Thursday, December 21, 2006


I've been thinking about the righteous judgment of God. By His wisdom He devised a plan by which the most sinful and unworthy man might be called "worthy" and still God remains just. On the surface, that doesn't sound right. If a judge let off a murderer, that doesn't sound like a good judge. And it wouldn't be, but with God it's personal because we are His children who have strayed. God's concern is that men are lost and their sins have condemned them. That's His judgment, not mine. It says because of man's ungodliness, he is "worthy of death" (Rom. 1:25ff). At one point or another, all of us have been "worthy of death". Our sins have made a separation between us and our God (Isaiah 59:1,2). We know that the wages for our wrongdoing is death, eternal separation from Him (Rom 6:23). But the Lord has sent His Son, Jesus Christ, so that we might not receive what we deserve. God desires that all men be saved and come to the knowledge of the truth (2 Pt. 3:9ff).

It turns out that God knew all along we would sin. From before the foundation of the world He knew exactly how He would save those He made in His image (Eph. 1:4; Gen. 1:26). He did not remain silent about man's "unworthiness" to stand before Him. "All have sinned and fallen short of the glory of God" (Rom. 3:23). In response to man's need, He communicated to man, through His prophets and through His Son, both His love for mankind and His righteous requirement for man to believe and obey the Gospel of Jesus.

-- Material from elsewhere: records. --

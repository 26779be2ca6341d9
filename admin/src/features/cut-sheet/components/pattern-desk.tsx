import { markStepPx, pixelsPerMm, type PixelMark } from '@ellwand/shared/cut-sheet/pattern-scale';
import type { Image } from '@ellwand/shared/records/image';
import { useState } from 'react';
import { useFormContext, useWatch } from 'react-hook-form';
import { staffPicture } from '../../../config/paths.js';
import { blankRows } from '../model/blank-rows.js';
import {
  drawnWhileTyping,
  type MarkName,
  namedMarks,
  nextMark,
  pairReading,
  scaleWhileTyping,
} from '../model/marks.js';
import type { TypedSheet } from '../model/typed-sheet.js';
import { LengthBox, WordsBox } from './boxes.js';
import { MarkChoice } from './mark-choice.js';
import { MarkBoxes } from './mark-boxes.js';
import { PatternBoard } from './pattern-board.js';
import { RowList } from './row-list.js';

/** The picture with its marks at the left, scale and pairs at the right. */
export function PatternDesk({ image, disabled }: { readonly image: Image; readonly disabled: boolean }) {
  const { control, setValue } = useFormContext<TypedSheet>();
  const pattern = useWatch({ control, name: 'pattern' });
  const [asked, setAsked] = useState<MarkName>('marks.from');
  if (image.state !== 'ready' || image.widthPx === null || image.heightPx === null)
    return <p className="text-table text-ink-2">The picture is being made ready.</p>;

  const marks = namedMarks(pattern);
  const chosen = marks.some(({ name }) => name === asked) ? asked : 'marks.from';
  const size = { x: image.widthPx, y: image.heightPx };
  const move = (name: MarkName, { x, y }: PixelMark) =>
    setValue(`pattern.${name}`, { x: String(x), y: String(y) }, { shouldDirty: true });
  const tap = (at: PixelMark) => {
    move(chosen, at);
    setAsked(nextMark(marks, chosen));
  };
  return (
    <div className="grid gap-6 lg:grid-cols-[minmax(0,1fr)_24rem] lg:items-start">
      <div className="min-w-0 space-y-3">
        <MarkChoice marks={marks} chosen={chosen} disabled={disabled} onChoose={setAsked} />
        <PatternBoard
          src={staffPicture(image.id, Math.max(...image.widths))}
          alt={image.alt || 'The hand-drawn pattern'}
          size={size}
          marks={marks}
          chosen={chosen}
          disabled={disabled}
          onChoose={setAsked}
          onTap={tap}
          onMove={move}
        />
      </div>
      <PatternReadings stepPx={markStepPx(image)} onAdded={setAsked} />
    </div>
  );
}

function PatternReadings({
  stepPx,
  onAdded,
}: {
  readonly stepPx: number;
  readonly onAdded: (name: MarkName) => void;
}) {
  const { control } = useFormContext<TypedSheet>();
  const [unit, pattern] = useWatch({ control, name: ['unit', 'pattern'] });
  const scale = scaleWhileTyping(pattern, unit);
  const drawn = drawnWhileTyping(pattern, unit);
  const added = () => {
    onAdded(`pairs.${pattern.pairs.length}.from`);
    return blankRows.pairs();
  };
  return (
    <div className="space-y-5">
      <section aria-label="Scale" className="space-y-3">
        <p className="text-table font-semibold">Scale: mark A to mark B</p>
        <div className="grid grid-cols-2 items-end gap-4">
          <LengthBox name="pattern.distance" label="On the garment" />
          <LengthBox name="pattern.onPaper" label="On the paper" />
        </div>
        <MarkBoxes at="pattern.marks" letters={['A', 'B']} />
        <p role="status" className="figures text-table font-medium">
          {scale ? `1 mm = ${pixelsPerMm(scale)} px` : 'Set A and B and say how far apart they are.'}
          {drawn && `; drawn ${drawn}`}
        </p>
      </section>
      <section aria-label="Read off the pattern">
        <p className="mb-2 text-table font-semibold">Read off the pattern</p>
        <RowList name="pattern.pairs" one="pair of marks" blank={added} empty="Nothing read off it yet.">
          {(index) => {
            const pair = pattern.pairs[index];
            return (
              <div className="space-y-3">
                <WordsBox name={`pattern.pairs.${index}.name`} label="What" />
                <MarkBoxes at={`pattern.pairs.${index}`} letters={[`${index + 1}a`, `${index + 1}b`]} />
                <p role="status" className="figures text-value">
                  {(pair && pairReading(scale, pair.from, pair.to, stepPx)) ?? (
                    <span className="text-table text-ink-3">Not read yet</span>
                  )}
                </p>
              </div>
            );
          }}
        </RowList>
      </section>
    </div>
  );
}
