import { type House, openHouse } from './harness/house';
import { testPassword, type TestPerson } from './harness/people';

describe('the slow-down of guessing (ASVS 6.3.1)', () => {
  let house: House;
  let wenna: TestPerson;
  beforeAll(async () => {
    house = await openHouse({ variables: { ELLWAND_TRUST_PROXY: 'loopback' } });
  });
  afterAll(() => house.close());
  beforeEach(async () => {
    wenna = await house.person('recorder');
  });
  afterEach(() => house.empty());

  const tryFrom = (address: string, email: string, password: string) =>
    house.visitor().post('/api/v1/session').set('X-Forwarded-For', address).send({ email, password });

  async function fail(times: number, address: string, email: string): Promise<void> {
    for (let time = 0; time < times; time++) {
      expect((await tryFrom(address, email, `guess number ${time}`)).status).toBe(401);
    }
  }

  it('makes the sixth try wait, whether or not the account exists, and says for how long', async () => {
    for (const email of [wenna.email, 'nobody@larkmoor.example']) {
      await fail(5, '192.0.2.1', email);
      const answer = await tryFrom('192.0.2.1', email, 'another guess');
      expect(answer.status).toBe(429);
      expect(answer.get('Retry-After')).toBe('2');
      expect(answer.body).toMatchObject({ code: 'sign-in.too-soon', seconds: 2 });
    }
  });

  it('does not even hear the right password before the wait is over, then does', async () => {
    await fail(5, '192.0.2.1', wenna.email);
    expect((await tryFrom('192.0.2.1', wenna.email, testPassword)).status).toBe(429);
    house.clock.advance({ seconds: 3 });
    expect((await tryFrom('192.0.2.1', wenna.email, testPassword)).status).toBe(200);
    await fail(1, '192.0.2.1', wenna.email);
  });

  it('never keeps the owner out at another address', async () => {
    await fail(5, '192.0.2.1', wenna.email);
    expect((await tryFrom('198.51.100.9', wenna.email, testPassword)).status).toBe(200);
  });

  it('hears only five of a burst of guesses at once', async () => {
    const burst = Array.from({ length: 20 }, (_, n) => tryFrom('192.0.2.1', wenna.email, `burst ${n}`));
    const statuses = (await Promise.all(burst)).map((answer) => answer.status);
    expect(statuses.filter((status) => status === 401)).toHaveLength(5);
    expect(statuses.filter((status) => status === 429)).toHaveLength(15);
  });

  it('slows an address down that tries many accounts, which signing in to one’s own does not wash clean', async () => {
    const own = await house.person('recorder');
    for (let account = 0; account < 39; account++) await fail(1, '192.0.2.1', `a${account}@larkmoor.example`);
    expect((await tryFrom('192.0.2.1', own.email, testPassword)).status).toBe(200);
    await fail(1, '192.0.2.1', 'the.fortieth@larkmoor.example');
    expect((await tryFrom('192.0.2.1', own.email, testPassword)).status).toBe(429);
    expect((await tryFrom('192.0.2.2', own.email, testPassword)).status).toBe(200);
  });

  it('keeps neither addresses nor accounts in the clear', async () => {
    await fail(1, '192.0.2.1', wenna.email);
    const rows: { key_hash: string }[] = await house.owner.source.query(
      'SELECT * FROM ellwand.sign_in_slowdown',
    );
    expect(rows).toHaveLength(2);
    for (const row of rows) expect(row.key_hash).toMatch(/^[0-9a-f]{64}$/);
  });
});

He hoped that we would by faith seek Him. By His justice and grace He has a plan by which He redeems and eternally saves, and makes worthy, those who put their faith in Jesus Christ.

To be "worthy", we need to live by faith. It is already established that we are sinful and deserving of death. Knowing this, through faith we choose to live according to His will. This life of faith is the life that we describe and depict in our words and deeds.

God desires that we live a worthwhile life. In the New Testament we are told to live worthy of Christ, to live worthy of God, to live worthy of the Gospel, to live worthy of the kingdom, and worthy of the "calling with which we have received" (Eph. 4:1; Phil 1:27; Col 1:10; 1 Thess 2:12; 2 Thess 1:5). It's sounds impossible, but it's not. It means that we understand His will and strive to live in a way comparable to that will. We will never be perfect and never be deserving of eternal life, but God chooses that those who put their faith in Him and live according to the Gospel are worthy to be saved.

At what point is a person first introduced into God's salvation so that he can say, "I'm saved, I've been made worthy by His grace"? The people on Pentecost in Acts 2 asked what they should do when they discovered they were complicit in the death of the Son of God. Peter and the rest of the 12 told them to "repent ye and let each one of you be baptized in the name of Jesus Christ with a view to remission of sins, and ye shall receive the gift of the Holy Spirit" (Acts 2:38). It is when the sinful and unworthy person turns from sin and puts on Jesus (Gal. 2:26,27) in baptism that He is born again and receives God's forgiveness (Jn. 3:3-5; Acts 22:16; 1 Pt. 3:21). Praise the Lord for that. Praise the Lord that by His grace, we may be found worthy.